Fordyce, the son of an Edinburgh lawyer who had purchased Ayton and several other forfeited estates in 1715, began business as a banker in Edinburgh and by the age of 24 had become a merchant councillor and a director of the Royal Bank. He contested Edinburgh unsuccessfully in 1761 against the candidate of the Duke of Argyll, and in 1766 succeeded his maternal uncle Allan Whitefoord as receiver-general of the land tax in Scotland. The marriage of his wife’s younger sister in 1767 to the 4th Duke of Gordon, first at Ayton and later at Fordyce’s town house, carried him into the top rank of Scottish society. The failure of his banking house, Fordyce, Malcolm & Co., in June 1772, following the crash of the business empire of his distant kinsman Alexander Fordyce,
I took no manner of notice of him, as I have all along thought that his living in plenty while numbers have been reduced to indigence by him, is (without going deeper) such dishonesty that he ought not to receive any countenance. Besides, his manners are forward and assuming, and he is a fellow of low extraction.
Boswell Private Pprs. xiii. 259-60.
Nor did the failure of three different agents while holding balances of his remittances to the Exchequer seriously damage his official career. He was removed from office and forced to assign his property to trustees in 1783, when arrears of over £90,000 were outstanding against him, but was not disgraced and was promised a non-revenue office in compensation.
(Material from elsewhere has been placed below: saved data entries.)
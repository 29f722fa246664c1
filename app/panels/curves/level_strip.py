"""A line below the plot in which a level is typed, and the marker goes from crossing to crossing."""

from typing import Final

from PySide6.QtCore import Qt, Signal
from PySide6.QtGui import QColor, QKeyEvent, QPalette
from PySide6.QtWidgets import QLabel, QToolButton, QWidget

from app.look.theme import Theme
from app.panels.sweep.field import QuietField
from app.panels.sweep.flow import FlowLayout
from stackcore.errors import Fault, UnitError
from stackcore.units import Dimension, parse_measure

TIP: Final = "A value of the curves; Enter takes the marker to the next place where the chosen curve crosses it."


class LevelStrip(QWidget):
    """A field and three buttons; `wanted` is sent with the level in the unit shown and the direction."""

    wanted = Signal(float, int)
    closed = Signal()

    def __init__(self, theme: Theme, parent: QWidget | None = None) -> None:
        super().__init__(parent)
        self._unit = ""
        self._label = QLabel("Level", self)
        self.field = QuietField(theme, "Level", TIP, "−000.00 dB", self)
        self.before = self._button("Before", "The crossing before the marker.")
        self.after = self._button("Next", "The crossing after the marker.")
        self._done = self._button("Done", "Close this line and go back to the plot.")
        flow = FlowLayout(self, across=6, down=2)
        for part in (self._label, self.field, self.before, self.after, self._done):
            flow.addWidget(part)
        self.field.committed.connect(lambda _text: self._go(1))
        self.before.clicked.connect(lambda: self._go(-1))
        self.after.clicked.connect(lambda: self._go(1))
        self._done.clicked.connect(self.closed.emit)
        self.setAccessibleName("Level that the marker goes to")
        self.set_theme(theme)
        self.hide()

    @property
    def level(self) -> float | None:
        """The level in the unit shown, None while the text has no value."""
        text = self.field.text().strip()
        if not text:
            return None
        bare = text.removesuffix(self._unit) if self._unit else text
        try:
            return parse_measure(bare.strip(), Dimension.NUMBER).value
        except UnitError:
            return None

    def set_theme(self, theme: Theme) -> None:
        """Take the colours of a theme."""
        self.field.set_theme(theme)
        palette = self._label.palette()
        palette.setColor(QPalette.ColorRole.WindowText, QColor(theme.muted))
        self._label.setPalette(palette)

    def set_unit(self, unit: str) -> None:
        """Take another unit of the values; a level of the old one means nothing."""
        if unit != self._unit:
            self._unit = unit
            self.field.show_text("")

    def start(self, value: float) -> None:
        """Open with the keys in the field; an empty one offers `value`."""
        self.show()
        if not self.field.text():
            self.field.show_text(f"{value:.4g} {self._unit}".strip())
        self.field.setFocus(Qt.FocusReason.ShortcutFocusReason)
        self.field.selectAll()

    def keyPressEvent(self, event: QKeyEvent) -> None:
        """Close on Escape."""
        if event.key() == Qt.Key.Key_Escape:
            self.closed.emit()
        else:
            super().keyPressEvent(event)

    def _go(self, step: int) -> None:
        text = self.field.text()
        level = self.level
        if level is None:
            allowed = f"a number in {self._unit}" if self._unit else "a number"
            self.field.show_text(text, Fault("", f"{text!r} is no level", allowed))
            return
        self.field.show_text(text)
        self.wanted.emit(level, step)

    def _button(self, text: str, tip: str) -> QToolButton:
        made = QToolButton(self)
        made.setText(text)
        made.setToolTip(tip)
        made.setAutoRaise(True)
        made.setFocusPolicy(Qt.FocusPolicy.StrongFocus)
        return made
as it was by your means that I was placed here in order (as you and Mr Rose were so good as to say to me) that I might have an opportunity of recommending myself to a better situation, I have studied every part of the property of the crown as if it had been my own with the hope of acquiring character from its improvement, and having become keen in the investigation it will make me very happy if I shall be allowed to devote myself to it.
PRO 30/8/136, f. 64.
Soon afterwards he was appointed a commissioner and secured a share in the secretaryship for his son. George Home, a Berwickshire man, wrote to his cousin Patrick Home, 24 Aug. 1788:
I have learned ... from very good authority, that nothing has indisposed many of the independent Members towards Mr Dundas so much as the promotion of Mr Fordyce and his son, and that many of them, both friends and foes of Mr Pitt’s, anxiously sought for an opportunity of stating it to the House. Mr Fordyce’s character you know does not stand perfectly fair particularly in his own country, and if he has a mind to play the rogue he can command a greater fortune than if he was at the head of the Treasury in England.
SRO GD267/1/13.
Although the commission reported in 1793 in favour of the union of the offices of crown lands and woods and forests and their replacement by a board of commissioners, Fordyce was appointed surveyor-general of crown lands shortly after the publication of the report; and it was only after his death that the commission’s recommendations could be put into effect.
Fordyce was returned for New Romney on the Dering interest in 1796, almost certainly at the suggestion of the Treasury. He voted with government on the loyalty loan, in which he invested £500, 1 June 1797, and the assessed taxes augmentation bill, 4 Jan. 1798, advised Pitt on matters of financial policy and Berwickshire politics, but is not known to have spoken in the House. He wrote of his warm attachment to Addington on his re-election to the Speakership, 20 Jan. 1801, and apparently supported his administration, though he observed to Dundas, 6 Jan. 1803, that Pitt ‘has not a right at his time of life to withdraw his talents from the service of the public’.
Fordyce remained deeply indebted to the public, but still accepted an invitation in October 1799 to contest Berwick, a notoriously expensive borough close to his estate. An agent reported to Lord Delaval that Fordyce had told his supporters that ‘an expense of £3,000 or £4,000 would be no object to deter him’ and added that he suspected Fordyce was showing an interest in Berwick because he wished to return his son for New Romney; but Fordyce himself assured Dundas that he had warned the electors that he ‘would engage in no doubtful or expensive contest’, and attributed his popularity to the advice he had been in the habit of giving to local merchants and to his good standing with ‘a very considerable number of people who have themselves farmed my land or been in my employment, or whose grandfathers, fathers or relations have’.
Fordyce’s appointment to the commission for revising the civil affairs of the navy in 1804 provoked the Whig Thomas Creevey to move on 19 Mar. 1805 for an inquiry into his financial affairs, as the arrears on his land tax account still remained unpaid. He was warmly defended by Pitt, who attributed his losses purely to misfortune and, with the support of Fox, shielded him from investigation before a select committee by moving for and presenting papers relating to his case.